I'm going to have an educated guess at 16.4 grams per 250ml would let me dose at 1ml per 25l 3x weekly and get something around 1-3ppm. I'm doing daily 50% water changes, so if that's reasonable should I just dose that much daily? This gives me a headache and is probably why I went all ADA to start with!!

The weights were based on the weight of sugar I got from google which I thought would be similar!


----------



## ceg4048 (3 Mar 2011)

Hey Tom,
                If you're getting headaches, why not just use JamesC's Dosing Calculator 

All you need is to add 4 grams to your 250ml bottle to get a daily dosing of 0.45ppm for a 1 ml dose.

Cheers,


----------



## Tom (3 Mar 2011)

Clive, thank you! I've just discovered the calculator a minute ago, I didn't know it was there. And 0.45ppm will be enough? Thanks again, I'm such a numpty....


----------



## Drouthie (3 Mar 2011)

I worked out 6.25g for 1ppm and 18.75 for 3ppm.

My working went as follows:

Molecular weight of KH2PO4 = 136.08, MW of PO4 is 95
therefore the free phospahte would be 136.09/95 = 1.432
Therefore 1.432 in 1L would result in 1000ppm PO4 stock solution

However you need a different stock that would allow 1ml in 25000ml (25L) to result in 1ppm

If you made a 25000 ppm stock you could dilute it 1ml in 25000ml to give 1ppm
stock you want/ 1000ppm stock has a ration of 25  ( 25000/1000 =25)
so 1.432x25=35g in 1L
but you only want 250ml (1000ml/250ml=4) 35/4= 6.25

I've just seen Ceg's post and I *cautiously think* that James' calculator doesn't take into account free phosphate but it doesn't really matter for the amount you are out on this scale.

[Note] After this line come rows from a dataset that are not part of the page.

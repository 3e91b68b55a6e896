// SPDX-License-Identifier: MIT
#include "montecarlo/propagate/histories.hpp"

#include <gtest/gtest.h>

#include <algorithm>
#include <cmath>

namespace headband::montecarlo {
namespace {

std::vector<double> rows_to(double last, double step) {
  std::vector<double> rows;
  for (int i = 0; step * i < last + 0.5 * step; ++i) rows.push_back(step * i);
  return rows;
}

TEST(HistoryTimes, AreRowsOfTheCentralRun) {
  std::string warning;
  const auto short_run = rows_to(4.0, 0.05);
  EXPECT_EQ(history_times(short_run, 4.0, 3, 1000, warning), short_run);  // no more than there are
  EXPECT_TRUE(warning.empty());
  const auto rows = rows_to(60.0, 0.037);
  const auto times = history_times(rows, 60.0, 3, 1000, warning);
  EXPECT_TRUE(warning.empty());
  EXPECT_LE(times.size(), most_history_times);
  EXPECT_GT(times.size(), most_history_times / 2);
  EXPECT_EQ(times.front(), 0.0);
  EXPECT_LE(times.back(), 60.0);
  EXPECT_GT(times.back(), 60.0 - 0.037);
  EXPECT_TRUE(std::ranges::is_sorted(times));
  for (const double t : times) EXPECT_TRUE(std::ranges::binary_search(rows, t)) << t;
  for (std::size_t i = 2; i + 1 < times.size(); ++i) EXPECT_NEAR(times[i] - times[i - 1], times[1], 1e-9);
}

TEST(HistoryTimes, AreEvenWithoutARun) {
  std::string warning;
  const auto times = history_times({}, 6.0, 1, 256, warning);
  ASSERT_EQ(times.size(), most_history_times);
  EXPECT_EQ(times.front(), 0.0);
  EXPECT_EQ(times.back(), 6.0);
  EXPECT_NEAR(times[120], 3.0, 1e-12);
}

TEST(HistoryTimes, GiveWayWhereMemoryEnds) {
  std::string warning;
  const auto rows = rows_to(60.0, 0.037);
  const auto fewer = history_times(rows, 60.0, 60, 4096, warning);
  EXPECT_LT(fewer.size(), 140U);
  EXPECT_GE(fewer.size(), least_history_times / 2);
  EXPECT_LE(fewer.size() * 60 * 4096, most_history_numbers);
  EXPECT_FALSE(warning.empty());
  EXPECT_EQ(history_times(rows, 60.0, 60, 64, warning).size(), history_times(rows, 60.0, 1, 64, warning).size());
  EXPECT_TRUE(history_times(rows, 60.0, 20000, 4096, warning).empty());
  EXPECT_NE(warning.find("20000 places"), std::string::npos) << warning;
  EXPECT_TRUE(history_times(rows, 60.0, 0, 4096, warning).empty());
  EXPECT_TRUE(warning.empty());
}

TEST(Histories, QuantilesAreThoseOfTheFinishedDraws) {
  DrawTable table(0, 0, 0, 2);  // one probe at two times, or two at one
  table.resize(201);
  for (std::size_t draw = 0; draw < 201; ++draw) {
    table.status[draw] = draw == 200 ? std::int8_t{2} : std::int8_t{0};
    table.history[table.history_place(0, draw)] = static_cast<double>(draw);
    table.history[table.history_place(1, draw)] = -2.0 * static_cast<double>(draw);
  }
  answers::Bands bands;
  bands.coverage = 0.9;
  form_histories(table, bands);
  EXPECT_EQ(bands.history_draws, 201);
  ASSERT_EQ(bands.history_head.size(), 6U);
  EXPECT_NEAR(bands.history_head[0], 0.05 * 200.0, 0.6);
  EXPECT_NEAR(bands.history_head[2], 99.5, 1e-12);
  EXPECT_NEAR(bands.history_head[3], -199.0, 1e-12);
  EXPECT_NEAR(bands.history_head[4], 0.95 * 200.0, 1.1);
}

TEST(Histories, BlocksAreStoredByDrawAndFailedOnesMarked) {
  DrawTable table(0, 0, 0, 3);
  table.resize(13);
  BlockAnswers block;
  block.status.fill(0);
  block.cavity.fill(false);
  for (int cell = 0; cell < 3; ++cell) {
    block.history.emplace_back(0.0);
    for (int lane = 0; lane < 8; ++lane) block.history.back().set(lane, 100.0 * cell + lane);
  }
  table.store(0, 8, block);
  block.status[2] = 3;
  table.store(8, 5, block);
  for (std::size_t draw = 0; draw < 13; ++draw) {
    for (std::size_t cell = 0; cell < 3; ++cell) {
      const double x = table.history[table.history_place(cell, draw)];
      if (draw == 10)
        EXPECT_TRUE(std::isnan(x));
      else
        EXPECT_EQ(x, 100.0 * static_cast<double>(cell) + static_cast<double>(draw % 8));
    }
  }
}

TEST(Histories, OnlyTheFirstDrawsAreKeptWhereMemoryEnds) {
  DrawTable table(0, 0, 0, most_history_numbers / 100);
  EXPECT_EQ(table.histories_kept(50), 50U);
  EXPECT_EQ(table.histories_kept(100000), 96U);  // whole blocks of eight
  EXPECT_EQ(DrawTable(0, 0, 0, 10).histories_kept(100000), most_history_draws);
  EXPECT_EQ(DrawTable(1, 1, 1).histories_kept(50), 0U);
}

}  // namespace
}  // namespace headband::montecarlo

I can't believe I just sat and worked this out....


----------



## ceg4048 (3 Mar 2011)

Tom said:
			
		

> Clive, thank you! I've just discovered the calculator a minute ago, I didn't know it was there. And 0.45ppm will be enough? Thanks again, I'm such a numpty....



Hi mate,
              Well, numpties are people too..  
If you're doing this 3X per week then it would be on the low end of the PO4 requirements. We don't really know how much PO4 is in the tap, so it's difficult to say. If these are not fast growers then you can easily be OK. I typically dose about 10ppm PO4 weekly so there really isn't a "right" amount. More PO4 give you more growth. It's as simple as that.

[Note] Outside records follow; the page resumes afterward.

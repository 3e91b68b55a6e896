// SPDX-License-Identifier: MIT
#include "montecarlo/propagate/model.hpp"

#include "montecarlo/sampling/sampler.hpp"
#include "tests/support/case_builder.hpp"

#include <gtest/gtest.h>

#include <cmath>
#include <span>

namespace headband::montecarlo {
namespace {

using test::CaseBuilder;
using test::Dimension;

/// A line over a crest; some draws boil there. Its rating is uncertain too.
network::Case crest() {
  CaseBuilder build;
  build.basin("tank", 50.0);
  auto& line = build.pipe("line", "tank", "end", 1000.0, 0.3);
  CaseBuilder::profile_point(line, 0.0, 40.0);
  CaseBuilder::profile_point(line, 600.0, 55.5);
  CaseBuilder::profile_point(line, 1000.0, 10.0);
  line.rating = test::normal(5e5, 2e4, Dimension::pressure);
  build.draw_off("out", "end", 0.1).flow = test::normal(0.1, 0.03, Dimension::flow);
  build.c.friction.scatter = test::normal(1.0, 0.1, Dimension::factor);
  build.answer(
      network::AnswerKind::pressure_drop, "drop", {CaseBuilder::at_place("tank"), CaseBuilder::at_place("end")});
  return build.finish();
}

/// What is told of coming blocks must not show in the answers: odd and even numbers of them, or none told.
TEST(Model, AnswersDoNotHangOnWhatIsExpected) {
  const auto c = crest();
  const auto plan = network::make_plan(c);
  ASSERT_FALSE(plan.limits.empty());
  const Sampler sampler(c, network::Design::plain, 7, 1024);
  const BlockModel told = make_model(c, plan, false), untold = make_model(c, plan, false);
  int boiling = 0;
  long long first = 0;
  for (const std::size_t many : {1U, 2U, 7U, 16U, 3U}) {
    std::vector<network::Scores<8>> blocks(many);
    sampler.blocks(first, blocks);
    told.expect(blocks);
    for (std::size_t k = 0; k < many; ++k) {
      BlockAnswers a, b, other;
      told(blocks[k], a);
      untold(blocks[k], b);
      if (k == 3) told(network::Scores<8>(blocks[0]), other);  // a block nobody spoke of, in between
      EXPECT_EQ(a.status, b.status);
      EXPECT_EQ(a.cavity, b.cavity);
      ASSERT_EQ(a.answer.size(), 1U);
      ASSERT_EQ(a.limit.size(), plan.limits.size());
      for (int lane = 0; lane < 8; ++lane) {
        EXPECT_EQ(a.answer[0][lane], b.answer[0][lane]) << k;
        for (std::size_t i = 0; i < a.limit.size(); ++i) EXPECT_EQ(a.limit[i][lane], b.limit[i][lane]) << k;
        boiling += a.status[static_cast<std::size_t>(lane)] == 1 ? 1 : 0;
      }
    }
    first += 8 * static_cast<long long>(many);
  }
  EXPECT_GT(boiling, 10);
  EXPECT_LT(boiling, 200);
}

}  // namespace
}  // namespace headband::montecarlo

Just start there and play with the dosing to see what you get. The tank will tell you if you need more. If you see GSA then this will tell you that you might need more.

Cheers,


----------



## Tom (3 Mar 2011)

Thanks again Clive and Drouthie  I'll watch it closely


----------



## Drouthie (3 Mar 2011)

I think for these things a general ball park is all you need. There are too many unknowns (ie water PO4 concentration) and inaccuracies (scales/ actual tank volume) to get too worried about it. It took me ages to relax about that as my work everything has to be so accurate! I nearly had a heart attack when Ceg mentioned using measuring spoons and not to worry about scales.


----------



## dw1305 (3 Mar 2011)

Hi all,


> Molecular weight of KH2PO4 = 136.08, MW of PO4 is 95 therefore the free phospahte would be 136.09/95 = 1.432


 Yes that is the right idea:
1.43g of KH2PO4 = 1g of PO4 (95/135 ~ 70%).
mg/l = ppm. 
1g PO4 is 1000mg, 1000mg in 1litre of H2O = 1000ppm PO4 stock sol.

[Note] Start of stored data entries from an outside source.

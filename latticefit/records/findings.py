"""What was fitted and found: parameters, covariance, residuals, validity, warnings."""

from __future__ import annotations

from dataclasses import dataclass
from typing import Literal

from .base import FloatArray, Frozen, Level, LevelVerdict, ParameterStatus

__all__ = [
    "Candidate",
    "Comparison",
    "Diagnosis",
    "FitRecord",
    "HeldParameters",
    "LackOfFit",
    "LevelExplanation",
    "LevelFinding",
    "NamedWarning",
    "ParameterValue",
    "ResidualBand",
    "ResidualStatistics",
    "ValidityFact",
]


@dataclass(frozen=True)
class ParameterValue:
    """One parameter of the model with its uncertainty (k = 1), unit and status.

    `u` is the standard uncertainty that latticefit stands behind, `u_fit` the one from the covariance alone; both
    None where undetermined, 0 where fixed.
    """

    name: str
    value: float
    u: float | None
    u_fit: float | None
    unit: str
    status: ParameterStatus
    low: float
    high: float
    start: float
    meaning: str


@dataclass(frozen=True, eq=False)
class FitRecord(Frozen):
    """Result of one fit: enough to evaluate the model again without the data.

    Attributes
    ----------
    terms : str
        The model expression in its standard spelling, e.g. ``"debye + 2 einstein"``.
    mode_sum : {"fixed", "free"}
        Whether the modes are held at 3 per atom.
    atoms : float or None
        Atoms per formula unit.
    names : tuple of str, length p
        Every parameter of the model, free or not.
    values : ndarray, shape (p,)
        Their values in SI (K; modes; J/(mol K^2); mol/J; 1/K).
    covariance : ndarray, shape (p, p)
        Of all parameters, of kind `covariance_kind`; rows of fixed parameters are zero, tied ones are filled in.
        Directions that the data do not determine are left out of it; the parameters concerned have the status
        "undetermined".
    scale_factor : float
        Reduced chi-square; what an absolute covariance would be multiplied by (already done when "scaled").
    condition : float
        Condition number of the covariance of the free parameters scaled to unit diagonal.
    carried : ndarray, shape (p, p), or None
        The part of `covariance` that comes from the uncertainty of held parameters; no misfit enlarges it.
    starts_tried, distinct_minima : int
        Local fits made to find the minimum, and distinct minima found within a chi-square of 4 of the best.
    """

    terms: str
    mode_sum: Literal["fixed", "free"]
    cp_cv: str
    atoms: float | None
    names: tuple[str, ...]
    values: FloatArray
    covariance: FloatArray
    parameters: tuple[ParameterValue, ...]
    covariance_kind: Literal["absolute", "scaled"]
    scale_factor: float
    condition: float
    converged: bool
    message: str
    chi_square: float
    degrees_of_freedom: int
    free_parameters: int
    evaluations: int
    starts_tried: int
    distinct_minima: int
    carried: FloatArray | None = None


@dataclass(frozen=True)
class ResidualBand:
    """Residuals of one temperature decade: how many points, rms and largest in percent of the model."""

    temperature_low: float
    temperature_high: float
    points: int
    rms_percent: float
    max_abs_percent: float


@dataclass(frozen=True)
class LackOfFit:
    """What the residuals are made of where points stand in sets of repeats.

    `pure_error` is the sum of squares within sets, divided by sigma squared, with its degrees of freedom, and
    `pure_error_percent` the relative standard deviation that it means; `lack_of_fit` is what is left of chi-square,
    between the sets. `f` compares the two per degree of freedom, and `p` is its upper tail. `shared_error` is None
    where it cannot be told whether a set shares an error, else whether neighbouring sets differ, without any model, by
    more than their spread within explains.
    """

    pure_error: float
    pure_error_degrees_of_freedom: int
    pure_error_percent: float
    lack_of_fit: float
    degrees_of_freedom: int
    f: float
    p: float
    shared_error: bool | None


@dataclass(frozen=True)
class ResidualStatistics:
    """Numbers on the residuals of the fitted points; None where they are not defined.

    `entropy_miss` is the integral of residual/T over the fitted points, J/(mol K), and `energy_miss` that of the
    residual, J/mol: what S and H of the model lack over the measured range. `run_means_percent` has one mean residual
    for each run, NaN where none of its points is fitted. `lack_of_fit` is None where no points stand in sets of
    repeats.
    """

    reduced_chi_square: float | None
    chi_square_p: float | None
    aicc: float | None
    bic: float | None
    rms_percent: float
    max_abs_percent: float
    max_abs_percent_temperature: float
    durbin_watson: float | None
    lag1_correlation: float | None
    runs_test_p: float | None
    longest_run: int
    bands: tuple[ResidualBand, ...]
    entropy_miss: float
    energy_miss: float
    run_means_percent: tuple[float, ...]
    lack_of_fit: LackOfFit | None = None


@dataclass(frozen=True)
class ValidityFact:
    """One yes-or-no fact on the fit: what was asked, whether it holds, and the number behind it in words."""

    name: str
    holds: bool
    detail: str


@dataclass(frozen=True)
class NamedWarning:
    """A named finding: code in kebab-case, level, what it concerns, and what to do next."""

    code: str
    level: Level
    concerns: str
    message: str
    found: float | str | None
    threshold: float | str | None
    advice: str


@dataclass(frozen=True, eq=False)
class Diagnosis(Frozen):
    """Residuals of the fitted points and what they say.

    Attributes
    ----------
    model, residual, residual_percent, residual_normalised : ndarray, shape (n,)
        For the fitted points in the order of `PreparedData`: model in J/(mol K), measured - model in J/(mol K), the
        same in percent of the model, and divided by sigma.
    model_all : ndarray, shape (m,)
        The model at every point of the measurement, fitted or not, in its order.
    describes : bool
        Whether the model describes the data.
    verdict : str
        The same in one or two sentences.
    """

    model: FloatArray
    residual: FloatArray
    residual_percent: FloatArray
    residual_normalised: FloatArray
    model_all: FloatArray
    statistics: ResidualStatistics
    validity: tuple[ValidityFact, ...]
    describes: bool
    verdict: str
    warnings: tuple[NamedWarning, ...]


@dataclass(frozen=True)
class LevelExplanation:
    """One slip that would explain the level of a heat capacity.

    Attributes
    ----------
    slip : str
        Its kind, e.g. ``"unit"``, ``"hydrate-water"``, ``"molar-mass"``.
    words : str
        What was slipped, e.g. ``"a molar mass without its 2 H2O"``.
    expected : float or None
        By what factor of the right one the slip changes the level; the mode sum over 3 per atom that it gives. None
        where it has no factor of its own (addenda, temperatures) or where several numbers of H2O fit.
    remedy : str
        What to do where it is the reason.
    """

    slip: str
    words: str
    expected: float | None
    remedy: str


@dataclass(frozen=True)
class LevelFinding:
    """Whether the level of a heat capacity is possible for its formula, and what would explain it where it is not.

    Attributes
    ----------
    verdict : {"plausible", "suspicious", "impossible", "not judged"}
    reason : str or None
        Why it cannot be judged.
    temperature : float or None
        The highest temperature of the points that are fitted, K.
    ratio_to_classical : float or None
        C there over 3nR.
    theta_low, theta_high : float or None
        Range of the Debye temperatures that single points have, K: of those above 50 K where there are any; None where
        no point has one.
    mode_sum_ratio, mode_sum_u : float or None
        Modes that the data show by their shape, over 3 per atom, with standard uncertainty; None where the data end
        below theta/2 or are too few.
    explanations : tuple of LevelExplanation
        At most three slips, the best first; empty where the level is plausible.
    sentence : str
        All of it in one sentence with numbers.
    """

    verdict: LevelVerdict
    reason: str | None
    temperature: float | None
    ratio_to_classical: float | None
    theta_low: float | None
    theta_high: float | None
    mode_sum_ratio: float | None
    mode_sum_u: float | None
    explanations: tuple[LevelExplanation, ...]
    sentence: str


@dataclass(frozen=True, eq=False)
class HeldParameters(Frozen):
    """Fixed parameters that carry an uncertainty of their own: names, and covariance in SI, shape (h, h)."""

    names: tuple[str, ...]
    covariance: FloatArray


@dataclass(frozen=True)
class Candidate:
    """One candidate model on the data of a comparison.

    `delta_aicc` is relative to the best plausible candidate; `weight` is the Akaike weight among the plausible ones
    (0 for the others); `reasons` say why a candidate is not plausible.
    """

    terms: str
    mode_sum: Literal["fixed", "free"]
    cp_cv: str
    free_parameters: int
    chi_square: float
    reduced_chi_square: float | None
    aicc: float | None
    bic: float | None
    delta_aicc: float | None
    weight: float
    plausible: bool
    reasons: tuple[str, ...]


@dataclass(frozen=True)
class Comparison:
    """Candidates on the same points with the same sigmas, the position of the chosen one, and why, in one sentence.

    `dropped` names the candidates that could not be fitted at all, each with its reason.
    """

    candidates: tuple[Candidate, ...]
    chosen: int
    because: str
    dropped: tuple[str, ...] = ()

> We don't really know how much PO4 is in the tap


 We don't but it is going to be a lot more than 0.45 ppm, as far as I know all tap water in the UK is now dosed with orthophosphate (PO4) ("for control of plumbosolvency") these combine with any lead (Pb) in the tap water and precipitates the lead out of solution as insoluble, pH stable, lead phosphate compounds. If you want the technical term it is - PIMS -"phosphate induced metal stabilisation". 

Wessex Water add phosphate to our water even though it is straight out of a limestone aquifer and almost infinitely buffered, softer water they buffer up to increase the pH. I've tested some water from the NW of England (on the AAS), and it had so much phosphate in it we had to re-calibrate with a new set of standards even after we had diluted it x1000, so I would imagine you don't need to add any.

cheers Darrel


----------